How do you get over it when the one you devoted your life and love to betrays you? You are left with a feeling of shock and pain. I feel completely naieve and stupid for ever trusting someone with my heart. Can anyone be trusted ever? Does the pain ever go away? Is it better to have the person gone? Do you heal faster with them not around? It has been over a year since my husband came out with his long list confession of all the lies and deceit he has done during our marriage because he needed to get it off his chest. Now im left with this terrible aftermath that daily plagues me. It feels like everything is a constant reminder of the lies. He refuses to leave or let me go. He acts like the world is perfect when i put my happy face on for the day as long as he is oblivious to my pain. The days I feel like I cant hold it in any longer he acts like it is a complete shock the way I feel. I try to continue on for my childrens sake and my family's sake with that smile that everything is wonderful but at night I feel completely alone and trapped. I feel so weak and my life is at a standstill. What now? I need advice please. Someone who has been in this situation and knows the pain when the person you were honest and loving to one day turns into this person you never knew and you are stuck trying to live with whats left.


----------



## preso (May 1, 2009)

chozengrlc said:


> How do you get over it when the one you devoted your life and love to betrays you? You are left with a feeling of shock and pain. I feel completely naieve and stupid for ever trusting someone with my heart. Can anyone be trusted ever? Does the pain ever go away? Is it better to have the person gone? Do you heal faster with them not around?
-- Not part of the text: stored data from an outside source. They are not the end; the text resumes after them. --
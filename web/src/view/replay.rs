//! All trees brought to one moment, the same number of nodes or the same work, by a slider or as a
//! replay.

use gloo_timers::callback::Interval;
use report::number::{of, short};
use web_sys::{HtmlInputElement, HtmlSelectElement};
use yew::prelude::*;

use crate::state::lens::{By, Lens, Look, Moment, STEPS};

/// Between two steps of a replay, in milliseconds.
const BEAT: u32 = 40;

#[derive(Properties, PartialEq)]
pub(crate) struct ReplayProps {
    /// Nodes and work of the longest search.
    pub(crate) most: (u64, u64),
}

/// The row with the choice and the slider; nothing before there is a tree to look at.
#[component]
pub(crate) fn Replay(props: &ReplayProps) -> Html {
    let lens = use_context::<UseReducerHandle<Lens>>();
    let playing = use_state_eq(|| false);
    let moment = lens.as_ref().and_then(|lens| lens.moment);
    let ended = moment.is_none_or(|moment| moment.step >= STEPS);
    {
        let dispatcher = lens.as_ref().map(UseReducerHandle::dispatcher);
        use_effect_with(*playing && !ended, move |playing| {
            let timer = dispatcher.filter(|_| *playing);
            let timer = timer.map(|lens| Interval::new(BEAT, move || lens.dispatch(Look::Next)));
            move || drop(timer)
        });
    }
    let Some(lens) = lens.filter(|_| props.most.0 > 1 || moment.is_some()) else {
        return Html::default();
    };
    let most = props.most;
    let at = {
        let (lens, playing) = (lens.dispatcher(), playing.setter());
        Callback::from(move |moment: Option<Moment>| {
            playing.set(false);
            lens.dispatch(Look::At(moment, most));
        })
    };
    let onchange = at.reform(|event: Event| {
        let select: HtmlSelectElement = event.target_unchecked_into();
        by(&select.value()).map(|by| Moment { by, step: STEPS })
    });
    html! {
        <div class="replay row small" data-testid="replay">
            <label class="field">
                { "Trees" }
                <select data-testid="moment" {onchange}>
                    <option value="now" selected={moment.is_none()}>{ "as they are" }</option>
                    <option value="nodes" selected={moment.is_some_and(|m| m.by == By::Nodes)}>{ "at the same number of nodes" }</option>
                    <option value="work" selected={moment.is_some_and(|m| m.by == By::Work)}>{ "at the same work" }</option>
                </select>
            </label>
            if let Some(moment) = moment { { slider(moment, lens.most, &at) } { play(moment, lens, (playing, ended)) } }
        </div>
    }
}

fn by(word: &str) -> Option<By> {
    match word {
        "nodes" => Some(By::Nodes),
        "work" => Some(By::Work),
        _ => None,
    }
}

fn slider(moment: Moment, most: (u64, u64), at: &Callback<Option<Moment>>) -> Html {
    let words = words(moment, most);
    let oninput = at.reform(move |event: InputEvent| {
        let field: HtmlInputElement = event.target_unchecked_into();
        Some(Moment { step: field.value().parse().unwrap_or(STEPS), ..moment })
    });
    html! {
        <>
            <input
                type="range" min="0" max={STEPS.to_string()} step="1" value={moment.step.to_string()}
                aria-label="Moment of all searches" aria-valuetext={words.clone()} data-testid="scrubber" {oninput}
            />
            <span class="value" data-testid="moment-words">{ words }</span>
        </>
    }
}

/// "after 240 nodes of each", "after 1,200,000 units of work of each".
fn words(moment: Moment, (nodes, work): (u64, u64)) -> String {
    match moment.by {
        By::Nodes => format!("after {} of each", of(moment.amount(nodes), "node")),
        By::Work => format!("after {} units of work of each", short(moment.amount(work) as f64)),
    }
}

fn play(
    moment: Moment,
    lens: UseReducerHandle<Lens>,
    (playing, ended): (UseStateHandle<bool>, bool),
) -> Html {
    let goes = *playing && !ended;
    let onclick = Callback::from(move |_: MouseEvent| {
        if ended {
            lens.dispatch(Look::At(Some(Moment { step: 0, ..moment }), lens.most));
        }
        playing.set(!goes);
    });
    html! {
        <button type="button" data-testid="play" {onclick}>{ if goes { "Hold" } else { "Replay" } }</button>
    }
}

#[cfg(test)]
mod tests {
    use super::*;

    #[test]
    fn a_moment_is_told_in_nodes_or_work() {
        let at = |by, step| words(Moment { by, step }, (5000, 2_000_000));
        assert_eq!(at(By::Nodes, 500), "after 625 nodes of each");
        assert_eq!(at(By::Nodes, 1), "after 1 node of each");
        assert_eq!(at(By::Work, STEPS), "after 2,000,000 units of work of each");
        assert_eq!((by("now"), by("work")), (None, Some(By::Work)));
    }
}
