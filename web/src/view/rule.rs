//! The branching rule of all rivals: which variable a node is branched on.

use record::scenario::BranchingRule;
use web_sys::HtmlSelectElement;
use yew::prelude::*;

use crate::state::document::DocumentAction;
use crate::state::steer::Steer;
use crate::view::hands::Hands;

/// The rules that are offered, each with a word for people.
const RULES: [(BranchingRule, &str); 3] = [
    (BranchingRule::MostFractional, "most fractional"),
    (BranchingRule::Pseudocost, "pseudocost"),
    (BranchingRule::ByHand, "by hand"),
];

/// The choice; a rule that this version does not have stands as what is used in its place.
pub(crate) fn rule(rule: BranchingRule, hands: &Hands) -> Html {
    let used = if RULES.iter().any(|(known, _)| *known == rule) {
        rule
    } else {
        BranchingRule::Pseudocost
    };
    let document = hands.document.clone();
    let onchange = Callback::from(move |event: Event| {
        let select: HtmlSelectElement = event.target_unchecked_into();
        if let Some((rule, _)) = RULES.iter().find(|(_, words)| *words == select.value()) {
            document.dispatch(DocumentAction::Steer(Steer::Rule(*rule)));
        }
    });
    html! {
        <label class="family" title="Another rule searches every rival anew.">
            { "branching" }
            <select data-testid="rule" {onchange}>
                for (known, words) in RULES {
                    <option value={words} selected={known == used}>{ words }</option>
                }
            </select>
        </label>
    }
}
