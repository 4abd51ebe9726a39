//! The rules of all rivals: which variable a node is branched on, and which open node comes next.

use record::scenario::{BranchingRule, Preset, Run, Selection};
use web_sys::{HtmlSelectElement, HtmlTextAreaElement};
use yew::prelude::*;

use crate::state::document::DocumentAction;
use crate::state::steer::Steer;
use crate::view::hands::Hands;

/// The rules that are offered, each with a word for people.
const RULES: [(BranchingRule, &str); 5] = [
    (BranchingRule::MostFractional, "most fractional"),
    (BranchingRule::Pseudocost, "pseudocost"),
    (BranchingRule::Strong, "strong"),
    (BranchingRule::Reliability, "reliability"),
    (BranchingRule::ByHand, "by hand"),
];

/// The rules for the next node.
const NEXT: [(Selection, &str); 3] = [
    (Selection::BestBound, "best bound"),
    (Selection::DepthFirst, "depth first"),
    (Selection::BestEstimate, "best estimate"),
];

/// The settings that go together.
const PRESETS: [(Preset, &str); 2] =
    [(Preset::Bare, "bare"), (Preset::Production, "as a production solver would")];

/// The choices of a run.
pub(crate) fn rules(run: &Run, hands: &Hands) -> Html {
    let own = PRESETS.iter().all(|(_, words)| *words != run.mode());
    let settings = if own { "settings, changed" } else { "settings" };
    html! {
        <>
            { choice((settings, "preset"), &PRESETS, run.preset, Steer::Preset, hands) }
            { choice(("branching", "rule"), &RULES, run.branching, Steer::Rule, hands) }
            { choice(("next node", "next"), &NEXT, run.selection, Steer::Next, hands) }
        </>
    }
}

/// The plan that every search begins with.
pub(crate) fn plan(text: Option<&String>, hands: &Hands) -> Html {
    let document = hands.document.clone();
    let onchange = Callback::from(move |event: Event| {
        let area: HtmlTextAreaElement = event.target_unchecked_into();
        document.dispatch(DocumentAction::Steer(Steer::Plan(area.value())));
    });
    html! {
        <label class="family" title="A round trip, x[Ash, Birch] = 1 or Milk: Depot 2 a line. What it breaks is said in each lane.">
            { "a plan to begin with" }
            <textarea data-testid="plan" rows="1" spellcheck="false" value={text.cloned().unwrap_or_default()} {onchange} />
        </label>
    }
}

/// One choice, with its name and the mark that tests find it by.
fn choice<T: Copy + PartialEq + 'static>(
    (name, mark): (&'static str, &'static str),
    known: &'static [(T, &'static str)],
    used: T,
    steer: fn(T) -> Steer,
    hands: &Hands,
) -> Html {
    let document = hands.document.clone();
    let onchange = Callback::from(move |event: Event| {
        let select: HtmlSelectElement = event.target_unchecked_into();
        if let Some((rule, _)) = known.iter().find(|(_, words)| *words == select.value()) {
            document.dispatch(DocumentAction::Steer(steer(*rule)));
        }
    });
    html! {
        <label class="family" title="Another rule searches every rival anew.">
            { name }
            <select data-testid={mark} {onchange}>
                for (rule, words) in known {
                    <option value={*words} selected={*rule == used}>{ *words }</option>
                }
            </select>
        </label>
    }
}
It has been over a year since my husband came out with his long list confession of all the lies and deceit he has done during our marriage because he needed to get it off his chest. Now im left with this terrible aftermath that daily plagues me. It feels like everything is a constant reminder of the lies. He refuses to leave or let me go. He acts like the world is perfect when i put my happy face on for the day as long as he is oblivious to my pain. The days I feel like I cant hold it in any longer he acts like it is a complete shock the way I feel. I try to continue on for my childrens sake and my family's sake with that smile that everything is wonderful but at night I feel completely alone and trapped. I feel so weak and my life is at a standstill. What now? I need advice please. Someone who has been in this situation and knows the pain when the person you were honest and loving to one day turns into this person you never knew and you are stuck trying to live with whats left.



I am sorry for your pain.
Here is the thing, its a mistake to devote your life to a spouse. You should devote your life to God... and the rest will follow as people will surley let you down. 
I learned this growing up and watching people, the neighbors, my friends parents, etc.........
You should NEVER devote your life to anyone but your heavenly father. All else comes below that.
After your heavenly father, you should devote your life to You and being the best person you can be... spouses come after that. Your devotion system is messed up, you need to re-calibrate it to one that works for you, not against you.


----------



## Grey Goose (Aug 23, 2012)

ok I understand your pain, my souse became someone I never knew and neither did he. He cheated an me and his family and now we are in process of divorce due to his confussiona nd lack of courage.

You guys need help, you can not keep on a happy face if it is not how you feel and he needs to accept and mend his ways (do the work). Look for guidance, counseling, read, meditate, spiritual help, anything that will get you healed as well as help for the broken relatinoship. You can not live a lie anymore cause he came out and now it is all in the open.


----------



## xirokx (Aug 14, 2012)

its easier for him when you smile, even now he thinks of himself...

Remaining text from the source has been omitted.